--- DATA FOR THIS EXERCISE ---
::::::::

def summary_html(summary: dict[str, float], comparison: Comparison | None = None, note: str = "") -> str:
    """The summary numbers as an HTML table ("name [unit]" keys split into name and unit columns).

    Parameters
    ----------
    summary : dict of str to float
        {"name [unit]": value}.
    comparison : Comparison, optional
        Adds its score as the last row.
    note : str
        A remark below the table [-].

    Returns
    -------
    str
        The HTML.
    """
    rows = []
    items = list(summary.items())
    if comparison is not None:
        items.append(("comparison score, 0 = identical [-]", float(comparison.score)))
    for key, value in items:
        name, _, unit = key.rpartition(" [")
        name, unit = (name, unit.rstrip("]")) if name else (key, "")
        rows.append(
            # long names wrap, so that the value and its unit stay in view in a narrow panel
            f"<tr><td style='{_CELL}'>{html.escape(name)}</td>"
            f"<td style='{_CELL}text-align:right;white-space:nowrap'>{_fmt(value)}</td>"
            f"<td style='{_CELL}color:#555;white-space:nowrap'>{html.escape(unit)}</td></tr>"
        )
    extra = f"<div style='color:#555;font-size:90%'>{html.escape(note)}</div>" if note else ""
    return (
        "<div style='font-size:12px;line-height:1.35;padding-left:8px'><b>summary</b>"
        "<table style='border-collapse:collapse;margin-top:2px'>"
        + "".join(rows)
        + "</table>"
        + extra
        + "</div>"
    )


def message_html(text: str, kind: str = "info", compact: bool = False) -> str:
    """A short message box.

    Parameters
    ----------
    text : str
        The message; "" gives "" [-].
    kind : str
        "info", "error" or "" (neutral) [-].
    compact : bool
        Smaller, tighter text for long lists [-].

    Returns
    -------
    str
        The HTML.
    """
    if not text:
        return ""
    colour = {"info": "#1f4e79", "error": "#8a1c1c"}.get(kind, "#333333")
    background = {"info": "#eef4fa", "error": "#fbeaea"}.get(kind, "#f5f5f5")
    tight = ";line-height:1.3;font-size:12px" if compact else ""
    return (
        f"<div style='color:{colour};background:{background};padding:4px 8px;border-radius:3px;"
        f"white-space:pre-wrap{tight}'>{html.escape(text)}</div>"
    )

::::::::

The records above are to be restated word for word, in full.

--- SOLUTION FOR THIS TASK ---
def summary_html(summary: dict[str, float], comparison: Comparison | None = None, note: str = "") -> str:
    """The summary numbers as an HTML table ("name [unit]" keys split into name and unit columns).

    Parameters
    ----------
    summary : dict of str to float
        {"name [unit]": value}.
    comparison : Comparison, optional
        Adds its score as the last row.
    note : str
        A remark below the table [-].

    Returns
    -------
    str
        The HTML.
    """
    rows = []
    items = list(summary.items())
    if comparison is not None:
        items.append(("comparison score, 0 = identical [-]", float(comparison.score)))
    for key, value in items:
        name, _, unit = key.rpartition(" [")
        name, unit = (name, unit.rstrip("]")) if name else (key, "")
        rows.append(
            # long names wrap, so that the value and its unit stay in view in a narrow panel
            f"<tr><td style='{_CELL}'>{html.escape(name)}</td>"
            f"<td style='{_CELL}text-align:right;white-space:nowrap'>{_fmt(value)}</td>"
            f"<td style='{_CELL}color:#555;white-space:nowrap'>{html.escape(unit)}</td></tr>"
        )
    extra = f"<div style='color:#555;font-size:90%'>{html.escape(note)}</div>" if note else ""
    return (
        "<div style='font-size:12px;line-height:1.35;padding-left:8px'><b>summary</b>"
        "<table style='border-collapse:collapse;margin-top:2px'>"
        + "".join(rows)
        + "</table>"
        + extra
        + "</div>"
    )


def message_html(text: str, kind: str = "info", compact: bool = False) -> str:
    """A short message box.

    Parameters
    ----------
    text : str
        The message; "" gives "" [-].
    kind : str
        "info", "error" or "" (neutral) [-].
    compact : bool
        Smaller, tighter text for long lists [-].

    Returns
    -------
    str
        The HTML.
    """
    if not text:
        return ""
    colour = {"info": "#1f4e79", "error": "#8a1c1c"}.get(kind, "#333333")
    background = {"info": "#eef4fa", "error": "#fbeaea"}.get(kind, "#f5f5f5")
    tight = ";line-height:1.3;font-size:12px" if compact else ""
    return (
        f"<div style='color:{colour};background:{background};padding:4px 8px;border-radius:3px;"
        f"white-space:pre-wrap{tight}'>{html.escape(text)}</div>"
    )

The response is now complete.